**Work to complete**:
The records should be restated exactly from their first line through the line with "Urms(1/2) of one" in it.

**Source data**:
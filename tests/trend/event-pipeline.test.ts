import { describe, expect, it } from 'vitest';
import { EventPipeline, TREND_DEFAULT_THRESHOLDS } from '../../lib/trend/event-pipeline.js';

const FS = 10_000;
/** A Urms(1/2) value every half cycle of 50 Hz: 100 samples apart at 10 kS/s. */
const STEP = 100;

function pipeline(voltageCount: number): EventPipeline {
	return new EventPipeline({
		voltageCount,
		declaredV: 230,
		thresholds: TREND_DEFAULT_THRESHOLDS,
		rvc: undefined,
		inferenceEnd: 0,
		diagnostics: [],
	});
}

/** Channel `ch`'s values 0 … n − 1 (start k·STEP): 230 V, or 100 V while start is in [from, to). */
function values(n: number, from: number, to: number): number[] {
	return Array.from({ length: n }, (_, k) => (k * STEP >= from && k * STEP < to ? 100 : 230));
}

// IEC 61000-4-30:2015, 5.4.2 (from memory): on a polyphase system a dip begins when the Urms(1/2) of one
// channel falls below the dip threshold (90 % of 230 V) and ends when those of all channels are at or above
// the threshold plus the hysteresis (92 %). Values are fed in time order across channels.
describe('EventPipeline: Urms(1/2) values of several channels merged in time order', () => {
	it('L1 low 1.0-1.1 s, L2 low 1.05-1.2 s, each channel handed over whole (1000 values, past the queues first 256) -> one dip 1.0-1.2 s on both, residual 100 V', () => {
		const p = pipeline(2);
		const l1 = values(1000, 10_000, 11_000);
		const l2 = values(1000, 10_500, 12_000);
		l1.forEach((v, k) => p.halfCycle(0, k * STEP, v));
		l2.forEach((v, k) => p.halfCycle(1, k * STEP, v));
		expect(p.advance(Infinity, true, 50)).toBe(true);
		const ev = p.events(1000 * STEP, FS, ['L1', 'L2']);
		expect(ev).toHaveLength(1);
		expect(ev[0]).toMatchObject({ kind: 'dip', channels: ['L1', 'L2'], residualV: 100, ended: true });
		expect(ev[0].startS).toBeCloseTo(1.0, 9);
		expect(ev[0].durationS).toBeCloseTo(0.2, 9);
	});

	it('the same values in small, uneven batches with advances in between (queues emptied and refilled) give the same dip', () => {
		const p = pipeline(2);
		const l1 = values(1000, 10_000, 11_000);
		const l2 = values(1000, 10_500, 12_000);
		let a = 0;
		let b = 0;
		for (let round = 0; a < 1000 || b < 1000; round++) {
			for (let k = 0; k < 7 && a < 1000; k++, a++) p.halfCycle(0, a * STEP, l1[a]);
			for (let k = 0; k < 3 + (round % 9) && b < 1000; k++, b++) p.halfCycle(1, b * STEP, l2[b]);
			p.advance(Math.min(a, b) * STEP - 1, false, 50);
		}
		p.advance(Infinity, true, 50);
		const ev = p.events(1000 * STEP, FS, ['L1', 'L2']);
		expect(ev).toHaveLength(1);
		expect(ev[0]).toMatchObject({ kind: 'dip', channels: ['L1', 'L2'], residualV: 100, ended: true });
		expect(ev[0].startS).toBeCloseTo(1.0, 9);
		expect(ev[0].durationS).toBeCloseTo(0.2, 9);
	});

	it('a value whose start is not finite is dropped, and the values after it are still fed', () => {
		const p = pipeline(1);
		const l1 = values(300, 10_000, 11_000);
		l1.forEach((v, k) => p.halfCycle(0, k === 50 ? NaN : k * STEP, v));
		p.advance(Infinity, true, 50);
		const ev = p.events(300 * STEP, FS, ['L1']);
		expect(ev).toHaveLength(1);
		expect(ev[0].startS).toBeCloseTo(1.0, 9);
		expect(ev[0].durationS).toBeCloseTo(0.1, 9);
	});
});
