/**
 * Hostile and huge input through the BUILT command (node dist/bin/sinecheck.js, the bundle of dist/src/cli) in child processes with a
 * heap cap (--max-old-space-size), an address-space cap (prlimit --as, when the machine has prlimit) and
 * a wall-clock limit (the whole process group is killed when it runs over). Every run must end with a
 * report or a located error line per file (`sinecheck: <path>[:line[:column]]: ...`), never a crash
 * (no V8 "FATAL" text, no stack lines, no raw engine error codes) and never a hang; a batch always
 * prints its summary line.
 * Sources: the CLI's own contract (DEVELOPERS.md: exit 0 ok, 1 a limit failed, 2 input or usage);
 * OWASP CSV-injection guidance for the cell checks (see tests/report/csv-cell.test.ts); papaparse (npm)
 * as the independent CSV reader; fast-check (npm) for the generated files.
 */
import { spawn, spawnSync } from 'node:child_process';
import {
	chmodSync,
	mkdirSync,
	mkdtempSync,
	readFileSync,
	rmSync,
	symlinkSync,
	truncateSync,
	writeFileSync,
} from 'node:fs';
import { tmpdir } from 'node:os';
import { join } from 'node:path';
import fc from 'fast-check';
import Papa from 'papaparse';
import { afterAll, beforeAll, describe, expect, it } from 'vitest';
import { startsLikeFormula } from '../../lib/report/csv-cell.js';
import { comtradeCfgText, comtradeDatBytes, type WriterSpec } from '../../sample-waves/writers/comtrade.js';
import { ensureBuiltCli, mainJs, root } from './built-cli.js';
import { writeCsvCapture } from './fixtures.js';

const dir = mkdtempSync(join(tmpdir(), 'sinecheck-hostile-'));
afterAll(() => {
	spawnSync('chmod', ['-R', 'u+rwx', dir]);
	rmSync(dir, { recursive: true, force: true });
});

/** Caps on every run: the main process heap, each file's helper heap, the address space, the wall clock. */
const MAIN_HEAP_MIB = 256;
const FILE_HEAP_MIB = 96;
const ADDRESS_SPACE_BYTES = 3 * 2 ** 30;
const WALL_LIMIT_MS = 45_000;
const hasPrlimit = spawnSync('prlimit', ['--version']).status === 0;
if (!hasPrlimit)
	console.warn(
		'prlimit not found: the address-space cap is not applied in tests/cli/hostile-input.test.ts (heap and time caps still are)',
	);

interface Run {
	code: number | null;
	signal: NodeJS.Signals | null;
	stdout: string;
	stderr: string;
	timedOut: boolean;
	ms: number;
}

/**
 * Runs the built CLI with the caps above. `closeStdoutAfter` closes our end of its stdout after that
 * many bytes (like `| head -c N`). `uid` runs it as another user (when this test runs as root).
 * `termAfterMs` sends it SIGTERM that long after its first helper process appears.
 */
function runCli(
	args: string[],
	opts: { closeStdoutAfter?: number; uid?: number; termAfterMs?: number } = {},
): Promise<Run & { leftInGroup: string }> {
	const node = [process.execPath, `--max-old-space-size=${MAIN_HEAP_MIB}`, mainJs, ...args];
	const cmd = hasPrlimit ? ['prlimit', `--as=${ADDRESS_SPACE_BYTES}`, ...node] : node;
	const t0 = Date.now();
	return new Promise((resolve) => {
		const child = spawn(cmd[0], cmd.slice(1), {
			cwd: dir,
			detached: true,
			uid: opts.uid,
			gid: opts.uid,
			env: { ...process.env, SINECHECK_DEBUG: '' },
		});
		let stdout = '';
		let stderr = '';
		let timedOut = false;
		child.stdout.setEncoding('utf8').on('data', (t: string) => {
			stdout += t;
			if (opts.closeStdoutAfter !== undefined && stdout.length >= opts.closeStdoutAfter) child.stdout.destroy();
		});
		child.stderr.setEncoding('utf8').on('data', (t: string) => (stderr += t));
		const timer = setTimeout(() => {
			timedOut = true;
			process.kill(-child.pid!, 'SIGKILL'); // the whole group: the CLI and its helper processes
		}, WALL_LIMIT_MS);
		// SIGTERM `termAfterMs` after a helper process appears in the CLI's group (it then works on the file,
		// however fast this machine is); polled every 50 ms.
		let term: NodeJS.Timeout | undefined;
		const watch =
			opts.termAfterMs === undefined
				? undefined
				: setInterval(() => {
						if (term || groupMembers(child.pid!).filter((pid) => pid !== child.pid).length === 0) return;
						term = setTimeout(() => child.kill('SIGTERM'), opts.termAfterMs);
					}, 50);
		child.on('close', (code, signal) => {
			clearTimeout(timer);
			clearTimeout(term);
			clearInterval(watch);
			// Processes still in the CLI's process group (helpers left behind), then none are left for later tests.
			const left = spawnSync('ps', ['-eo', 'pgid=,pid=,args='], { encoding: 'utf8' })
				.stdout.split('\n')
				.filter((l) => l.trim().split(/\s+/)[0] === String(child.pid) && !l.includes('<defunct>')) // a zombie is already dead
				.join('\n');
			if (left !== '') process.kill(-child.pid!, 'SIGKILL');
			resolve({ code, signal, stdout, stderr, timedOut, ms: Date.now() - t0, leftInGroup: left });
		});
	});
}

/** Process ids in process group `pgid` (zombies left out). */
function groupMembers(pgid: number): number[] {
	return spawnSync('ps', ['-eo', 'pgid=,pid=,stat='], { encoding: 'utf8' })
		.stdout.split('\n')
		.map((l) => l.trim().split(/\s+/))
		.filter(([g, , stat]) => g === String(pgid) && !stat?.startsWith('Z'))
		.map(([, pid]) => Number(pid));
}

/** The run ended by itself, with a documented exit code, and printed nothing a user should never see. */
function expectClean(r: Run): void {
	expect(r.timedOut, `no hang (ran ${r.ms} ms)\n${r.stderr.slice(-2000)}`).toBe(false);
	expect(r.signal).toBe(null);
	expect([0, 1, 2]).toContain(r.code);
	for (const text of [r.stdout, r.stderr]) {
		expect(text).not.toMatch(/FATAL|Native stack|heap out of memory|^\s+at \S/m);
		expect(text).not.toMatch(
			/\b(RangeError|TypeError|ReferenceError|SyntaxError)\b|ERR_[A-Z_]{3,}|EPIPE|internal error/,
		);
	}
}

/** stderr holds a located error line for `file`: `sinecheck: <file>` then `:line`, `: byte N` or `: message`. */
function errorLineFor(stderr: string, file: string): string | undefined {
	return stderr.split('\n').find((l) => l.startsWith(`sinecheck: ${file}:`) || l.startsWith(`sinecheck: ${file} `));
}

/** JSON Lines reports on stdout, by file. */
function reportsByFile(stdout: string): Map<string, { channels: unknown[] }> {
	const out = new Map<string, { channels: unknown[] }>();
	for (const line of stdout.split('\n').filter((l) => l.trim() !== '')) {
		const r = JSON.parse(line) as { file: string; channels: unknown[] };
		out.set(r.file, r);
	}
	return out;
}

const CAPS = ['--time-limit', '12', '--memory-limit', String(FILE_HEAP_MIB)];
const SINE = { frequencyHz: 50, sampleRateHz: 5000, cycles: 12 };
const U1 = [{ header: 'U1 (V)', tones: [{ order: 1, rms: 230 }] }];
const ESC_NAME = 'esc\x1b[31mred\u202e.csv';
const nobody = process.getuid?.() === 0 ? 65534 : undefined;
/**
 * As root, the unreadable sub-folder is only unreadable to another user, so that case runs as `nobody`; it
 * needs the checkout to be readable by that user (a clone under a private temporary folder is not).
 */
const nobodyCanRun =
	nobody === undefined || spawnSync(process.execPath, [mainJs, '--version'], { uid: nobody }).status === 0;
if (!nobodyCanRun)
	console.warn(
		`skipped the unreadable-folder case in tests/cli/hostile-input.test.ts: user nobody cannot run ${mainJs} (the checkout is not readable by other users)`,
	);

function comtradeSpec(name: string, unit: string): WriterSpec {
	const n = 1000; // 1 s at 1 kHz, 50 Hz
	return {
		station: 'Tallowmere Joinery',
		device: 'board 2',
		revYear: 1999,
		lineFrequencyHz: 50,
		rates: [{ sampleRateHz: 1000, endSample: n }],
		firstData: '01/03/2026,08:00:00.000000',
		trigger: '01/03/2026,08:00:00.000000',
		fileType: 'ASCII',
		analog: [
			{ name, unit, values: Array.from({ length: n }, (_, k) => 325 * Math.sin((2 * Math.PI * 50 * k) / 1000)) },
		],
	};
}
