/**
 * fileList (lib/trend/file-list.ts): the files of a recording named in a sentence. The expected texts are
 * written from the inputs by hand: each file by its name, the shared folder once, a week of hourly files
 * (7 x 24 = 168) shortened to the first three, a count and the last.
 */
import { describe, expect, it } from 'vitest';
import { fileList } from '../../lib/trend/file-list.js';

describe('fileList', () => {
	it('names one, two and four files each, joined in words', () => {
		expect(fileList(['board.csv'])).toBe('board.csv');
		expect(fileList(['a.csv', 'b.csv'])).toBe('a.csv and b.csv');
		expect(fileList(['a.csv', 'b.csv', 'c.csv', 'd.csv'])).toBe('a.csv, b.csv, c.csv and d.csv');
	});

	it('files in one folder are named without it, and the folder is said once (/ and \\ paths)', () => {
		expect(fileList(['hx/h1.csv', 'hx/h2.csv', 'hx/h10.csv'])).toBe('h1.csv, h2.csv and h10.csv (in hx)');
		expect(fileList(['C:\\logs\\wk\\h1.csv', 'C:\\logs\\wk\\h2.csv'])).toBe('h1.csv and h2.csv (in C:\\logs\\wk)');
		// files of two folders keep their paths: a name alone would not say which is which
		expect(fileList(['mon/h1.csv', 'tue/h1.csv'])).toBe('mon/h1.csv and tue/h1.csv');
	});

	it('a week of hourly files: the first three, how many more, and the last', () => {
		const week = Array.from({ length: 168 }, (_, k) => `week/h${String(k + 1).padStart(3, '0')}.csv`);
		// 168 files = 3 named + 164 counted + the last named
		expect(fileList(week)).toBe('h001.csv, h002.csv, h003.csv and 164 more, up to h168.csv (in week)');
	});
});
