/**
 * Closed-form test recordings for lib/trend: sines whose RMS follows a piecewise-constant envelope, with a
 * chosen (possibly varying) frequency. Each channel: x(t) = √2 · Urms(t) · sin(2π·φ(t) + phase), where
 * φ(t) is the integral of the frequency. Nothing here calls the code under test.
 */

/** A step of the RMS envelope: from `fromS` (inclusive) to `toS` (exclusive) the RMS is `rms`. */
export interface Step {
	fromS: number;
	toS: number;
	rms: number;
}

export interface ChannelSpec {
	/** RMS outside every step. */
	rms: number;
	phaseDeg: number;
	steps?: Step[];
}

/** Frequency as a function of time: constant, or linear ramp f0 + rate·t. */
export interface FrequencySpec {
	f0Hz: number;
	rateHzPerS?: number;
}

export function makeChannels(
	specs: ChannelSpec[],
	freq: FrequencySpec,
	sampleRateHz: number,
	durationS: number,
): Float64Array[] {
	const n = Math.round(durationS * sampleRateHz);
	const k = freq.rateHzPerS ?? 0;
	return specs.map((s) => {
		const out = new Float64Array(n);
		const ph = (s.phaseDeg * Math.PI) / 180;
		for (let i = 0; i < n; i++) {
			const t = i / sampleRateHz;
			let u = s.rms;
			for (const st of s.steps ?? []) if (t >= st.fromS && t < st.toS) u = st.rms;
			const cycles = freq.f0Hz * t + 0.5 * k * t * t;
			out[i] = Math.SQRT2 * u * Math.sin(2 * Math.PI * cycles + ph);
		}
		return out;
	});
}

**Output for this task**:
filename tests/trend/event-pipeline.test.ts
import { describe, expect, it } from 'vitest';
import { EventPipeline, TREND_DEFAULT_THRESHOLDS } from '../../lib/trend/event-pipeline.js';

const FS = 10_000;
/** A Urms(1/2) value every half cycle of 50 Hz: 100 samples apart at 10 kS/s. */
const STEP = 100;

function pipeline(voltageCount: number): EventPipeline {
	return new EventPipeline({
		voltageCount,
		declaredV: 230,
		thresholds: TREND_DEFAULT_THRESHOLDS,
		rvc: undefined,
		inferenceEnd: 0,
		diagnostics: [],
	});
}

/** Channel `ch`'s values 0 … n − 1 (start k·STEP): 230 V, or 100 V while start is in [from, to). */
function values(n: number, from: number, to: number): number[] {
	return Array.from({ length: n }, (_, k) => (k * STEP >= from && k * STEP < to ? 100 : 230));
}

// IEC 61000-4-30:2015, 5.4.2 (from memory): on a polyphase system a dip begins when the Urms(1/2) of one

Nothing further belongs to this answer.